Gentoo Websites Logo
Go to: Gentoo Home Documentation Forums Lists Bugs Planet Store Wiki Get Gentoo!

Bug 172748 (CVE-2007-1353)

Summary: Kernel: [Bluetooth] Fix L2CAP and HCI setsockopt() information leaks (CVE-2007-1353)
Product: Gentoo Security Reporter: Sune Kloppenborg Jeppesen (RETIRED) <jaervosz>
Component: KernelAssignee: Gentoo Security <security>
Status: RESOLVED FIXED    
Severity: normal CC: ciklop1979, gustavo
Priority: High    
Version: unspecified   
Hardware: All   
OS: Linux   
Whiteboard: [linux < 2.6.22]
Package list:
Runtime testing required: ---

Description Sune Kloppenborg Jeppesen (RETIRED) gentoo-dev 2007-03-30 06:26:54 UTC 
The L2CAP and HCI setsockopt() implementations have a small information
leak that makes it possible to leak kernel stack memory to userspace.

If the optlen parameter is 0, no data will be copied by copy_from_user(),
but the uninitialized stack buffer will be read and stored later. A call
to getsockopt() can now retrieve the leaked information.

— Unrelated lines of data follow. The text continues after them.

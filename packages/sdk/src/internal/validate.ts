/**
 * Boundary validation helpers. Public functions validate once, here; internals trust
 * their callers. Every failure is an {@link InvalidArgumentError} naming the field.
 *
 * @internal
 */

import type { ConstantSet } from '../constants.js';
import { InvalidArgumentError } from '../errors.js';

/** Mean equatorial radius used only to recognise "inside the Earth" input, in metres. */
const EARTH_RADIUS_FOR_CHECKS = 6_378_137;

/** Throws unless `value` is a finite number. */
export function requireFinite(argument: string, value: unknown, expected = 'a finite number'): number {
  if (typeof value !== 'number' || !Number.isFinite(value)) throw new InvalidArgumentError(argument, value, expected);
  return value;
}

/** Throws unless `value` is finite and > 0. */
export function requirePositive(argument: string, value: unknown, unit = ''): number {
  const expected = `a finite number greater than 0${unit ? ` ${unit}` : ''}`;
  const v = requireFinite(argument, value, expected);
  if (!(v > 0)) throw new InvalidArgumentError(argument, value, expected);
  return v;
}

/** Throws unless `value` is finite and ≥ 0. */
export function requireNonNegative(argument: string, value: unknown, unit = ''): number {
  const expected = `a finite number ≥ 0${unit ? ` ${unit}` : ''}`;
  const v = requireFinite(argument, value, expected);
  if (!(v >= 0)) throw new InvalidArgumentError(argument, value, expected);
  return v;
}

/** Throws unless `min ≤ value ≤ max`; `minExclusive` / `maxExclusive` make either end open. */
export function requireInRange(
  argument: string,
  value: unknown,
  min: number,
  max: number,
  { minExclusive = false, maxExclusive = false, unit = '' } = {},
): number {
  const expected = `in ${minExclusive ? '(' : '['}${min}, ${max}${maxExclusive ? ')' : ']'}${unit ? ` ${unit}` : ''}`;
  const v = requireFinite(argument, value, expected);
  if ((minExclusive ? v <= min : v < min) || (maxExclusive ? v >= max : v > max))
    throw new InvalidArgumentError(argument, value, expected);
  return v;
}

/** Throws unless `value` is an integer in [min, max]. */
export function requireInteger(
  argument: string,
  value: unknown,
  min = Number.MIN_SAFE_INTEGER,
  max = Number.MAX_SAFE_INTEGER,
): number {
  const expected = `an integer in [${min}, ${max}]`;
  if (typeof value !== 'number' || !Number.isInteger(value) || value < min || value > max) {
    throw new InvalidArgumentError(argument, value, expected);
  }
  return value;
}

/**
 * Throws unless `value` is a plausible orbit semi-major axis (or radius) in metres:
 * finite, above the Earth's equatorial radius and below 1e10 m. Values that would be
 * sensible in kilometres get a hint saying so.
 */
export function requireOrbitRadius(argument: string, value: unknown): number {
  const expected = `a distance from the geocentre in metres, above the Earth's equatorial radius (${EARTH_RADIUS_FOR_CHECKS} m) and below 1e10 m`;
  const v = requireFinite(argument, value, expected);
  if (v <= EARTH_RADIUS_FOR_CHECKS || v > 1e10) {
    let hint: string | undefined;
    if (v > 0 && v <= EARTH_RADIUS_FOR_CHECKS) {
      hint = `${v} m is inside the Earth`;
      if (v * 1000 > EARTH_RADIUS_FOR_CHECKS && v * 1000 <= 1e10) hint += `; did you mean ${v} km = ${v * 1000} m?`;
    }
    throw new InvalidArgumentError(argument, value, expected, hint);
  }
  return v;
}

/** Throws unless `value` is an elliptical-orbit eccentricity, 0 ≤ e < 1. */
export function requireEccentricity(argument: string, value: unknown): number {
  const expected = 'in [0, 1) for an elliptical orbit';
  const v = requireFinite(argument, value, expected);
  if (v < 0 || v >= 1) {
    const hint =
      v >= 1
        ? 'e ≥ 1 is a parabolic or hyperbolic trajectory, which has no periodic clock term'
        : 'eccentricity cannot be negative';
    throw new InvalidArgumentError(argument, value, expected, hint);
  }
  return v;
}

/** Throws unless `value` is an array of three finite numbers. */
export function requireVector3(argument: string, value: unknown, unit: string): [number, number, number] {
  const expected = `an array of three finite numbers in ${unit}`;
  if (!Array.isArray(value) && !(value instanceof Float64Array))
    throw new InvalidArgumentError(argument, value, expected);
  const arr = value as ArrayLike<unknown>;
  if (arr.length !== 3) throw new InvalidArgumentError(argument, value, expected);
  const component = (i: number): number => requireFinite(`${argument}[${i}]`, arr[i], `a finite number in ${unit}`);
  return [component(0), component(1), component(2)];
}

/**
 * Plausible range of each numeric field of a constant set (Earth values; units in `unit`). Shared by
 * `defineConstantSet` and {@link requireConstantSet}, so a set that one accepts the other accepts.
 */
export const CONSTANT_SET_RANGES = Object.freeze({
  gm: { min: 3.9e14, max: 4.1e14, unit: 'm³/s² (Earth GM; a value near 398600 is km³/s²)' },
  earthRotationRate: { min: 7.0e-5, max: 7.5e-5, unit: 'rad/s' },
  equatorialRadius: { min: 6.3e6, max: 6.4e6, unit: 'm' },
  j2: { min: 0, max: 2e-3, unit: '(dimensionless)' },
  flattening: { min: 0, max: 0.01, unit: '(dimensionless)' },
  lG: { min: 6.9e-10, max: 7.0e-10, unit: '(dimensionless)' },
  pi: { min: 3.14, max: 3.15, unit: "(the set's fixed value of π)" },
});

/**
 * Throws unless `value` is a constant set: an object with a `name` and every numeric field finite and
 * inside {@link CONSTANT_SET_RANGES} (e.g. `{}` or a set with `gm: NaN` is refused, naming the field).
 * `relativisticF` must agree with `gm` (F = −2√GM/c², IERS Conventions 2010 eq. 10.10 [V1]) to 1e-12 relative.
 */
export function requireConstantSet(argument: string, value: unknown): ConstantSet {
  const expected = 'a ConstantSet (see constantSet(name) or defineConstantSet)';
  if (typeof value !== 'object' || value === null || Array.isArray(value))
    throw new InvalidArgumentError(argument, value, expected);
  const set = value as Record<string, unknown>;
  if (typeof set.name !== 'string')
    throw new InvalidArgumentError(`${argument}.name`, set.name, `a string naming the set (${expected})`);
  for (const [field, range] of Object.entries(CONSTANT_SET_RANGES)) {
    requireInRange(`${argument}.${field}`, set[field], range.min, range.max, { unit: range.unit });
  }
  const f = (-2 * Math.sqrt(Number(set.gm))) / (299_792_458 * 299_792_458); // gm checked finite above
  if (typeof set.relativisticF !== 'number' || !(Math.abs(set.relativisticF - f) <= 1e-12 * Math.abs(f))) {
    throw new InvalidArgumentError(
      `${argument}.relativisticF`,
      set.relativisticF,
      `−2√GM/c² = ${f} s/√m for this set's gm (build sets with defineConstantSet)`,
    );
  }
  return value as ConstantSet;
}

/**
 * Throws unless `value` is an options/container object (not null, not an array); `undefined` (an
 * omitted argument) gives `{}` so callers can read defaults.
 */
export function requireOptions<T extends object>(argument: string, value: T | undefined): T {
  if (value === undefined) return {} as T;
  return requireObject(argument, value, 'an object of named options (or omitted)');
}

/** Throws unless `value` is a container object (not null, not an array, not a primitive). */
export function requireObject<T extends object>(argument: string, value: T, expected = 'an object'): T {
  if (typeof value !== 'object' || value === null || Array.isArray(value))
    throw new InvalidArgumentError(argument, value, expected);
  return value;
}

/**
 * Throws unless `value` is a JSON object (not null, not an array); returns it as a record of its fields.
 * `expected` describes the object in the error (e.g. its fields with units); default "an object".
 */
export function requireRecord(field: string, value: unknown, expected = 'an object'): Record<string, unknown> {
  if (typeof value !== 'object' || value === null || Array.isArray(value))
    throw new InvalidArgumentError(field, value, expected);
  return value as Record<string, unknown>;
}

/** Throws unless `value` is an array. */
export function requireArray(field: string, value: unknown): unknown[] {
  if (!Array.isArray(value)) throw new InvalidArgumentError(field, value, 'an array');
  return value;
}

/**
 * Refuses a field that a file format does not define, naming it (a dotted path under `field`) and the known
 * fields, so a misspelt key is an error instead of a silently ignored one.
 */
export function rejectUnknownKeys(field: string, obj: Record<string, unknown>, allowed: readonly string[]): void {
  for (const key of Object.keys(obj)) {
    if (!allowed.includes(key)) {
      throw new InvalidArgumentError(
        `${field ? `${field}.` : ''}${key}`,
        obj[key],
        `absent: it is not a field of this object (known fields: ${allowed.join(', ')})`,
      );
    }
  }
}

/** Frequencies accepted for oscillators, synthesizer clocks and their references, in Hz: 1 Hz to 1 THz (our own bounds). */
export const FREQUENCY_RANGE_HZ = { min: 1, max: 1e12 } as const;

/** Throws unless `value` is a frequency in Hz within {@link FREQUENCY_RANGE_HZ}. */
export function requireFrequency(argument: string, value: unknown): number {
  return requireInRange(argument, value, FREQUENCY_RANGE_HZ.min, FREQUENCY_RANGE_HZ.max, { unit: 'Hz' });
}

/** Throws unless `value` is a file name or label for reader messages (a string). */
export function requireSourceName(argument: string, value: unknown): string {
  if (typeof value !== 'string') throw new InvalidArgumentError(argument, value, 'a file name or label (a string)');
  return value;
}

/**
 * Largest |phase| (time error) accepted in clock data, in seconds (31 700 years; our own bound that
 * keeps sums of squares finite), and the accepted range of a measurement variance, in s².
 */
export const MAX_ABS_PHASE_SECONDS = 1e12;
export const MEASUREMENT_VARIANCE_RANGE = { min: 1e-40, max: 1e24 } as const;

/** Throws unless `value` is a phase sample in seconds, |value| ≤ MAX_ABS_PHASE_SECONDS (NaN allowed as "missing" when `missingAllowed`). */
export function requirePhaseSample(argument: string, value: unknown, missingAllowed: boolean): number {
  if (missingAllowed && typeof value === 'number' && Number.isNaN(value)) return value;
  return requireInRange(argument, value, -MAX_ABS_PHASE_SECONDS, MAX_ABS_PHASE_SECONDS, {
    unit: `s${missingAllowed ? ', or NaN for a missing sample' : ''}`,
  });
}

/** Throws unless `value` is a measurement variance in s² within MEASUREMENT_VARIANCE_RANGE. */
export function requireMeasurementVariance(argument: string, value: unknown): number {
  return requireInRange(argument, value, MEASUREMENT_VARIANCE_RANGE.min, MEASUREMENT_VARIANCE_RANGE.max, {
    unit: 's²',
  });
}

To fix this problem the stack buffer given to copy_from_user() must be
initialized with the current settings.

Signed-off-by: Marcel Holtmann <marcel@holtmann.org>
Comment 1 Lars Hartmann 2007-04-25 19:09:27 UTC 
http://secunia.com/advisories/24976/
http://kernel.org/pub/linux/kernel/v2.4/ChangeLog-2.4.34.3

The weaknesses are reported in versions prior to 2.4.34.3.

Solution:
Update to version 2.4.34.3.
Comment 2 unnamedrambler 2008-03-08 19:12:43 UTC 
According to git commit 0878b6667f28772aa7d6b735abff53efc7bf6d91  2.6.* was also vulnerable. It was patched in 2.6.22.

metadata:
[linux < 2.6.22]
Comment 3 Gustavo F. Padovan 2010-02-02 02:11:54 UTC 
We don't have 2.6.22 kernels anymore on portage. Looks we can close this bug.